Sprint to Acquire iPCS for $831 Million
October 19, 2009 10:21 AM | Sprint Nextel | Comments (0)
![]() Under the terms of the agreement, Sprint Nextel will commence a cash tender offer to acquire all of iPCS’ outstanding common shares for $24.00 per share. This price per share represents a 34 percent premium to iPCS’ closing stock price as of October 16, 2009. The agreement also requires a minimum of a majority of the shares outstanding (on a fully-diluted basis) to be tendered in the offer. |
Following completion of the tender offer, any remaining shares of iPCS will be acquired in a cash merger at the same price per share. Shareholders with approximately 9.5 percent of the outstanding common shares of iPCS have already agreed to tender their shares pursuant to the tender offer and to vote their shares in favor of the merger.

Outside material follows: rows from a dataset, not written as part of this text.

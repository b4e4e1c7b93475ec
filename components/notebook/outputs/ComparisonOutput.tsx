import { useMemo, useState } from 'react';
import { StyleSheet, Text, View, type LayoutChangeEvent } from 'react-native';
import { colors, fonts, spacing } from '../../../constants/theme';
import type { CompareResult } from '../../../shared/jobs/contract';
import { comparisonCsv, comparisonTexTable } from '../../../shared/notebook/comparisonTable';
import type { CellInput, DatasetView } from '../../../shared/notebook';
import { usePresentationMode } from '../../ui/presentationMode';
import { ChipButton } from '../ChipButton';
import { copyText } from '../clipboard';
import { axisName, comparisonGeometry, comparisonSvg, residualGeometry, type DataShow } from '../plotSvg';
import { saveTextFile } from '../saveFile';
import { ComparisonPlot } from './ComparisonPlot';
import { ResidualPlot } from './ResidualPlot';
import { ComparisonSummary, ResidualTable, shown } from './ResidualTable';

/** Size of the SVG file, whatever the screen: a figure for a talk or a paper. */
const SVG_SIZE = { width: 800, height: 480 };

interface ComparisonOutputProps {
  result: CompareResult;
  /** How the data is drawn; without it a result with kinks (a boundary) is drawn as a line. */
  show?: DataShow;
  /** The dataset's name for the legend. */
  dataName?: string;
  /** File name (without extension) for the downloads. */
  fileName: string;
  testID?: string;
}

/**
 * What a comparison cell's output needs from the notebook: how to draw the data (the cell's choice, else the
 * dataset's own shape) and the dataset's name for the legend. Spread into ResultView: `{...comparisonDisplay(cell.input, notebook.datasets)}`.
 */
export function comparisonDisplay(input: CellInput, datasets: Pick<DatasetView, 'label' | 'shape' | 'name'>[]): { show?: DataShow; dataName?: string } {
  if (input.kind !== 'comparison') return {};
  const dataset = datasets.find((candidate) => candidate.label === input.dataset);
  return { show: input.show ?? dataset?.shape, dataName: dataset?.name };
}

const plotHeight = (width: number) => Math.round(Math.min(420, Math.max(260, width * 0.62)));

/** Series against data: the overlay, residuals, χ² per variant, kinks and notes, with CSV / SVG / TeX exports. */
export function ComparisonOutput({ result, show, dataName, fileName, testID }: ComparisonOutputProps) {
  const [width, setWidth] = useState(0);
  const drawn: DataShow = show ?? (result.kinks !== undefined ? 'boundary' : 'points');
  const dataLabel = dataName ?? (drawn === 'boundary' ? 'data (boundary)' : 'data');
  const geometry = useMemo(() => (width > 0 ? comparisonGeometry(result, drawn, width, plotHeight(width)) : null), [result, drawn, width]);
  const residuals = useMemo(() => (geometry ? residualGeometry(result, geometry.xDomain, width, 150) : null), [result, geometry, width]);
  return (
    <View style={styles.wrap} testID={testID}>
      <View style={styles.head}>
        <Text style={styles.title}>
          {axisName(result.quantity)} against {axisName(result.xAxis)} at d = {result.d}
          {result.fixedPoint ? `, ${result.fixedPoint} fixed point` : ''}
        </Text>
        <ExportMenu result={result} drawn={drawn} dataLabel={dataLabel} fileName={fileName} />
      </View>
      <View style={styles.canvas} onLayout={(event: LayoutChangeEvent) => setWidth(Math.floor(event.nativeEvent.layout.width))} testID="comparison-canvas">
        {geometry ? <ComparisonPlot geometry={geometry} dataLabel={dataLabel} /> : null}
      </View>
      <Text style={styles.caption} testID="comparison-marks">{marksCaption(result)}</Text>
      {residuals ? <ResidualPlot geometry={residuals} /> : null}
      <Text style={styles.section}>Agreement per variant</Text>
      <ComparisonSummary result={result} />
      {result.kinks !== undefined ? <KinkList result={result} /> : null}
      <Text style={styles.section}>Each data point</Text>
      <ResidualTable result={result} />
      {result.notes.length ? (
        <View style={styles.notes} testID="comparison-notes">
          {result.notes.map((note, i) => (
            <Text key={i} style={styles.note}>• {note}</Text>
          ))}
        </View>
      ) : null}
    </View>
  );
}

function marksCaption(result: CompareResult): string {
  const x = axisName(result.xAxis);
  const onAxis = (mark: { s: string; x: string }) => (result.xAxis === 's' ? shown(mark.s, 6) : `${shown(mark.x, 6)} (s = ${shown(mark.s, 6)})`);
  const parts = [`s = d/2 at ${x} = ${onAxis(result.marks.meanFieldEnd)}`];
  if (result.marks.sStar) parts.push(`s* at ${x} = ${onAxis(result.marks.sStar)}`);
  parts.push(`data from ${x} = ${result.marks.dataRange[0]} to ${result.marks.dataRange[1]} (shaded)`);
  return parts.join(' · ');
}

function KinkList({ result }: { result: CompareResult }) {
  const kinks = result.kinks ?? [];
  const labels = result.variants.map((variant) => ({ key: variant.key, label: variant.label }));
  return (
    <View style={styles.kinks} testID="comparison-kinks">
      <Text style={styles.section}>Kinks in the boundary</Text>
      {kinks.length === 0 ? <Text style={styles.caption}>No kink stands out from the noise: the boundary is smooth.</Text> : null}
      {kinks.map((kink, i) => (
        <View key={i} style={styles.kink} testID={`comparison-kinks-${i}`}>
          <Text style={styles.kinkHead}>
            {axisName(result.xAxis)} = {shown(kink.x, 6)} ± {shown(kink.uncertainty, 2)}
            {result.xAxis === 's' ? '' : ` (s = ${shown(kink.s, 6)})`}, {axisName(result.quantity)} = {shown(kink.y, 6)} · strength {shown(kink.strength, 3)}
          </Text>
          <Text style={styles.caption}>
            Series − kink at this {axisName(result.xAxis)}: {labels.map(({ key, label }) => `${label} ${shown(kink.distance[key], 4)}`).join(' · ')}
          </Text>
        </View>
      ))}
    </View>
  );
}

function ExportMenu({ result, drawn, dataLabel, fileName }: { result: CompareResult; drawn: DataShow; dataLabel: string; fileName: string }) {
  const [open, setOpen] = useState(false);
  const [copied, setCopied] = useState<boolean | null>(null);
  const presenting = usePresentationMode();
  if (presenting) return null;
  const copyTex = async () => {
    setCopied(await copyText(comparisonTexTable(result)));
    setTimeout(() => setCopied(null), 1500);
  };
  const svg = () => comparisonSvg(comparisonGeometry(result, drawn, SVG_SIZE.width, SVG_SIZE.height), dataLabel);
  return (
    <View style={styles.menu}>
      <ChipButton label="Export ⋯" accessibilityLabel="Export this comparison" selected={open} onPress={() => setOpen(!open)} testID="comparison-menu" />
      {open ? (
        <View style={styles.menuItems}>
          <ChipButton label="Download CSV" onPress={() => void saveTextFile(`${fileName}.csv`, comparisonCsv(result), 'text/csv')} testID="comparison-download-csv" />
          <ChipButton label="Download SVG" onPress={() => void saveTextFile(`${fileName}.svg`, svg(), 'image/svg+xml')} testID="comparison-download-svg" />
          <ChipButton label={copied === null ? 'Copy as TeX table' : copied ? 'Copied' : 'Copy failed'} onPress={() => void copyTex()} testID="comparison-copy-tex" />
        </View>
      ) : null}
    </View>
  );
}

const styles = StyleSheet.create({
  wrap: { gap: spacing.md },
  head: { flexDirection: 'row', flexWrap: 'wrap', alignItems: 'flex-start', justifyContent: 'space-between', gap: spacing.sm },
  title: { fontFamily: fonts.semibold, fontSize: 14, color: colors.ink, flexShrink: 1 },
  menu: { alignItems: 'flex-end', gap: spacing.sm, marginLeft: 'auto', maxWidth: '100%' },
  menuItems: { maxWidth: '100%', flexDirection: 'row', flexWrap: 'wrap', justifyContent: 'flex-end', gap: spacing.sm, padding: spacing.sm, borderRadius: 8, backgroundColor: colors.paper, borderWidth: 1, borderColor: colors.rule },
  canvas: { width: '100%' },
  caption: { fontFamily: fonts.regular, fontSize: 13, color: colors.inkSoft },
  section: { fontFamily: fonts.semibold, fontSize: 14, color: colors.ink },
  kinks: { gap: spacing.sm },
  kink: { gap: 2, paddingLeft: spacing.sm, borderLeftWidth: 3, borderLeftColor: colors.danger },
  kinkHead: { fontFamily: fonts.medium, fontSize: 13, color: colors.ink },
  notes: { gap: 2 },
  note: { fontFamily: fonts.regular, fontSize: 13, color: colors.inkSoft },
});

The acquisition is subject to customary regulatory approvals and other customary closing conditions, and is expected to be completed either late in the fourth quarter of 2009 or early 2010. As part of the agreement, Sprint Nextel and iPCS will seek an immediate stay of all pending litigation between the parties with a final resolution to become effective upon closing of the acquisition.

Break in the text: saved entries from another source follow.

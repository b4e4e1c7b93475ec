import { Component, type ReactNode } from 'react';
import { StyleSheet, Text, View } from 'react-native';
import { colors, fonts, spacing } from '../../../constants/theme';
import type { CellKind } from '../../../shared/notebook';
import { asComparison, asExponents, asFixedPoints, asFlow, asScan, asSeries } from '../resultShapes';
import { ComparisonOutput } from './ComparisonOutput';
import { FixedPointsOutput } from './FixedPointsOutput';
import { FlowOutput } from './FlowOutput';
import { ExponentsOutput } from './ExponentsOutput';
import { JsonBlock } from './JsonBlock';
import { ScanOutput } from './ScanOutput';
import { SeriesOutput } from './SeriesOutput';
import { StructuredResult } from './StructuredResult';

interface ResultViewProps {
  kind: CellKind;
  result: unknown;
  label: string;
  /** d of the setup cell, for marking s = d/2 in scans. */
  setupD?: string;
  /** A comparison's data drawn as points or as a boundary line (the cell's choice, else the dataset's shape). */
  show?: 'points' | 'boundary';
  /** The compared dataset's name, for the legend. */
  dataName?: string;
}

/** The finished result of a cell in the view its shape calls for; unknown shapes as JSON. */
export function ResultView(props: ResultViewProps) {
  return (
    <ResultBoundary fallback={<JsonBlock value={props.result} testID={`cell-${props.label}-json`} />}>
      <KnownResult {...props} />
    </ResultBoundary>
  );
}

/** Each result is read with its job's result schema (components/notebook/resultShapes.ts); what no schema reads is shown field by field. */
function KnownResult({ kind, result, label, setupD, show, dataName }: ResultViewProps) {
  const testID = `cell-${label}-result`;
  const view = knownView({ kind, result, label, setupD, show, dataName }, testID);
  if (view) return view.earlier ? <EarlierResult label={label}>{view.node}</EarlierResult> : view.node;
  if (result !== null && typeof result === 'object') return <StructuredResult value={result} fileName={label} />;
  return <JsonBlock value={result} testID={`cell-${label}-json`} />;
}

function knownView({ kind, result, label, setupD, show, dataName }: ResultViewProps, testID: string): { node: ReactNode; earlier: boolean } | null {
  switch (kind) {
    case 'integral': {
      const series = asSeries(result);
      return series ? { node: <SeriesOutput series={series} name={`I_{\\mathrm{${label.replace(/_/g, '\\_')}}}`} fileName={label} testID={testID} />, earlier: !!series.earlier } : null;
    }
    case 'exponents': {
      const exponents = asExponents(result);
      return exponents ? { node: <ExponentsOutput result={exponents} fileName={label} testID={testID} />, earlier: exponents.earlier } : null;
    }
    case 'flow': {
      const flow = asFlow(result);
      return flow ? { node: <FlowOutput result={flow.result} fileName={label} testID={testID} />, earlier: flow.earlier } : null;
    }
    case 'fixedpoints': {
      const fixedPoints = asFixedPoints(result);
      return fixedPoints ? { node: <FixedPointsOutput eps={fixedPoints.eps} points={fixedPoints.points} fileName={label} testID={testID} />, earlier: fixedPoints.earlier } : null;
    }
    case 'scan': {
      const scan = asScan(result, setupD);
      return scan ? { node: <ScanOutput scan={scan} result={result} fileName={label} testID={testID} />, earlier: !!scan.earlier } : null;
    }
    case 'comparison': {
      const comparison = asComparison(result);
      return comparison ? { node: <ComparisonOutput result={comparison} show={show} dataName={dataName} fileName={label} testID={testID} />, earlier: false } : null;
    }
    default:
      return null;
  }
}

/** A result that does not have the shape today's engine writes (an earlier engine version wrote it): shown as far as it can be read. */
function EarlierResult({ label, children }: { label: string; children: ReactNode }) {
  return (
    <View style={styles.earlier}>
      <Text style={styles.caption} testID={`cell-${label}-earlier`}>
        This result has an earlier shape than the engine writes today; parts may be missing. Run the cell again for the full view.
      </Text>
      {children}
    </View>
  );
}

class ResultBoundary extends Component<{ fallback: ReactNode; children: ReactNode }, { failed: boolean }> {
  state = { failed: false };
  static getDerivedStateFromError() {
    return { failed: true };
  }
  render() {
    return this.state.failed ? this.props.fallback : this.props.children;
  }
}

const styles = StyleSheet.create({
  earlier: { gap: spacing.sm },
  caption: { fontFamily: fonts.regular, fontSize: 13, color: colors.inkFaint },
});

As a result, Sprint will no longer be required to divest its iDEN network in certain iPCS territories and will terminate its previously announced divestiture process pending closing of the transaction.
iPCS’s services are sold under the Sprint brand name and in Sprint-branded stores. Because of the nearly seamless marketing and sales relationship between Sprint and iPCS, customers should not experience any change in their service as a result of this transaction.